- Education: McGill University
- Occupations: Physician Professor Researcher

= David Goltzman =

Canadian endocrinologist, Professor

David Goltzman is a Canadian endocrinologist, Professor of Medicine and Physiology, and A.G. Massabki Chair in Medicine at McGill University in Montreal, Quebec. He has been the Director of the Centre for Bone and Periodontal Research and also holds the position of Senior Scientist at the McGill University Health Centre Research Institute in the Metabolic Disorders and Complications Program.

== Biography ==
He obtained a Bachelor of Science in biochemistry from McGill University in 1966, followed by a Doctor of Medicine from that same institution in 1968, graduating as the Holmes Gold Medalist. He obtained clinical training as a resident in Internal Medicine at Columbia University in New York, and clinical and research training in Endocrinology at Mass General Hospital in Boston.

He has been actively registered as a member of the Collège des médecins du Québec since 1968 in the specialty of endocrinology and metabolism. He obtained his Royal College of Physicians and Surgeons of Canada fellowship certification in Internal Medicine in March 1974.

He joined McGill University as assistant professor in 1975. From 1978 to 1983, he was associate professor in the Department of Medicine. and became full professor. in 1983. He then joined the Department of Physiology, and served as Chair of the Department of Physiology from 1988 to 1993. From 1994 to 2004, he was Chair of the Department of Medicine. He was also Physician-in-Chief at the Royal Victoria Hospital from 1994 to 1998 and of the McGill University Health Centre from 1998 to 2004.

In June 1994 he was named the A.G. Massabki Chair in Medicine at McGill University.

He has been Director of the Centre for Advanced Bone and Periodontal Research, as well as Director of the Calcium Research Laboratory, and from 2004 lead the Canadian Multicentre Osteoporosis Study(CaMos).

== Research ==
His research mostly focuses on the hormonal regulation of mineral and skeletal homeostasis, including the function of parathyroid hormone, parathyroid hormone-related protein, and vitamin D. He has also made major contributions to our understanding of osteoporosis. and other metabolic bone diseases.

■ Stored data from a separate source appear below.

def fake_trial(config, out_dir, *, overwrite=False, progress=False):
    """Stand-in for runs.execute_fit: a deterministic summary, no training.

    ``data.path`` (unused by non-CSV sources) names a marker file: while it exists, trials
    with 3 qubits raise. Every call appends a line to ``calls.txt`` in its run directory, so
    tests can count calls across worker processes.
    """
    out = Path(out_dir)
    out.mkdir(parents=True, exist_ok=True)
    with open(out / "calls.txt", "a") as handle:
        handle.write(f"{os.getpid()}\n")
    qubits, steps = config["encoding"]["qubits"], config["training"]["steps"]
    marker = config["data"]["path"]
    if qubits == 3 and marker and Path(marker).exists():
        raise ValueError(f"simulated failure for {qubits} qubits\nsecond line")
    worker = ""
    try:
        from distributed import get_worker
        worker = get_worker().address
    except (ImportError, ValueError):
        pass
    # selection.cv_accuracy: the key the fit's summary carries once inner-CV selection
    # lands (issue 13); a made-up value here, ordered like test_accuracy
    return {"n_qubits": qubits, "test_accuracy": 0.5 + 0.1 * qubits + 0.01 * steps,
            "selection": {"cv_accuracy": 0.4 + 0.1 * qubits + 0.01 * steps},
            "alignment": {"initial": 0.1, "final": 0.2 + 0.01 * steps},
            "baselines": {"rbf_svm": {"test_accuracy": 0.75},
                          "linear_svm": {"test_accuracy": 0.55}},
            "significance": {"verdict": "no evidence", "per_repeat": [0.1, 0.2]},
            "cpus": len(os.sched_getaffinity(0)) if hasattr(os, "sched_getaffinity") else -1,
            "xla_flags": os.environ.get("XLA_FLAGS", ""), "worker": worker, "pid": os.getpid()}


def calls(out_dir, row) -> int:
    path = Path(out_dir) / "trials" / row["trial_id"] / "calls.txt"
    return len(path.read_text().splitlines()) if path.exists() else 0


def grid_sweep(marker="", qubits=(2, 3), steps=(1, 2), **sweep):
    return {"sweep": {"name": "unit", **sweep},
            "base": {"seed": 1, "data": {"source": "moons", "path": str(marker)}},
            "grid": {"encoding.qubits": list(qubits), "training": {"steps": list(steps)}}}


# --------------------------------------------------------------------------- planning

def test_grid_is_the_cartesian_product_with_stable_ids():
    plan = plan_sweep(grid_sweep(qubits=(2, 3, 4), steps=(5, 6)))
    assert plan.swept_keys == ("encoding.qubits", "training.steps")
    assert [dict(t.assignments) for t in plan.trials] == [
        {"encoding.qubits": q, "training.steps": s} for q in (2, 3, 4) for s in (5, 6)]
    for trial in plan.trials:
        assert trial.config["encoding"]["qubits"] == dict(trial.assignments)["encoding.qubits"]
        assert trial.config["data"]["source"] == "moons" and trial.config["seed"] == 1
        assert trial.trial_id == config_id(trial.config)
    assert len({t.trial_id for t in plan.trials}) == 6
    again = plan_sweep(grid_sweep(qubits=(2, 3, 4), steps=(5, 6)))
    assert [t.trial_id for t in again.trials] == [t.trial_id for t in plan.trials]
    assert again.description_hash == plan.description_hash


def test_dotted_and_quoted_keys_describe_the_same_sweep():
    import tomllib

    quoted = tomllib.loads('[grid]\n"training.steps" = [1, 2]\n"encoding.qubits" = [2]\n')
    dotted = tomllib.loads('[grid]\ntraining.steps = [1, 2]\nencoding.qubits = [2]\n')
    assert quoted != dotted  # TOML nests the unquoted form
    assert plan_sweep(quoted).description_hash == plan_sweep(dotted).description_hash


def test_sweep_options_do_not_change_the_sweep_identity():
    a = plan_sweep(grid_sweep(metric="alignment.final"))
    b = plan_sweep(grid_sweep(name="renamed"))
    assert a.description_hash == b.description_hash and a.metric == "alignment.final"
    assert plan_sweep(grid_sweep(steps=(1, 3))).description_hash != a.description_hash


def test_random_draws_are_reproducible_and_inside_their_ranges():
    description = {"random": {
        "count": 40, "seed": 5,
        "training.learning_rate": {"log_uniform": [0.001, 0.1]},
        "encoding.bias_scale": {"uniform": [0.0, 0.5]},
        "encoding.layers": {"int": [1, 3]},
        "encoding.entangler": {"choice": ["ring", "linear"]}}}
    plan = plan_sweep(description)
    values = [dict(t.assignments) for t in plan.trials]
    assert len(values) == len(plan.trials) <= 40
    assert all(0.001 <= v["training.learning_rate"] <= 0.1 for v in values)
    assert all(0.0 <= v["encoding.bias_scale"] <= 0.5 for v in values)
    assert {v["encoding.layers"] for v in values} == {1, 2, 3}  # both ends included
    assert {v["encoding.entangler"] for v in values} == {"ring", "linear"}
    # log-uniform: as many draws below the geometric mean 0.01 as above (loosely)
    below = sum(v["training.learning_rate"] < 0.01 for v in values)
    assert 10 <= below <= 30
    assert [t.trial_id for t in plan_sweep(description).trials] == \
        [t.trial_id for t in plan.trials]
    description["random"]["seed"] = 6
    assert plan_sweep(description).description_hash != plan.description_hash


def test_grid_and_random_combine_as_grid_points_times_draws():
    description = {"grid": {"encoding.qubits": [2, 3]},
                   "random": {"count": 3, "training.learning_rate": {"uniform": [0.01, 0.1]}}}
    plan = plan_sweep(description)
    assert len(plan.trials) == 6
    rates = [[dict(t.assignments)["training.learning_rate"] for t in plan.trials
              if dict(t.assignments)["encoding.qubits"] == q] for q in (2, 3)]
    assert rates[0] == rates[1] and len(set(rates[0])) == 3  # paired draws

== Publications and scholarly activities ==
He has published over 400 scholarly articles and has delivered numerous prestigious lectureships including the John T Haddad Memorial Lecture of the University of Pennsylvania, Division of Endocrinology in 2004, the Distinguished Lecturer in Nutritional Sciences, Columbia University College of Physicians and Surgeons, New York in 2005, the 1st Samuel York Lecture, Dalhousie Medical School, Halifax, Nova Scotia in 2008, the Gerald D Aurbach Lecture of the US Endocrine Society in 2009, the Wood lecturer, University of Calgary, Calgary, Alberta, and the David Hawkins lecture, Memorial University, Newfoundland in 2012, and the Henry Friesen Award and Lecture of the Canadian Society for Clinical Investigation and the Royal College of Physicians and Surgeons of Canada in 2017. He presided over many scientific societies and was President of the American Society for Bone and Mineral Research in 1999-2000. He has also trained numerous students, residents and fellows.

== Honours and awards ==
His contributions have been recognized by election to the American Society for Clinical Investigation in 1981, and election as a fellow of both the Royal Society of Canada in 1995 and the Canadian Academy of Health Sciences. in 2005. He was named an officer of the Order of Canada in 2000 and received the Queen Elizabeth II Golden Jubilee Medal in 2002. He has also received an Honorary Professorship from Nanjing Medical University, as well as a Doctor Honoris Causa from the University of Athens. He received the Lawrence G. Raisz Award (inaugural) of the American Society for Bone and Mineral Research (ASBMR) in 2010, the Gold Medal of the Hellenic Physiological Society (Greece) and the Lindy Fraser Memorial Award of Osteoporosis Canada in 2012, the CP Leblond Award of the Réseau de recherche en santé buccodentaire et osseuse of the Fonds de recherche du Quebec in 2014.
In 2022 he became a Fellow of the ASBMR (“in recognition of distinguished accomplishments and contributions to bone and mineral science, to the musculoskeletal field, and to the ASBMR”).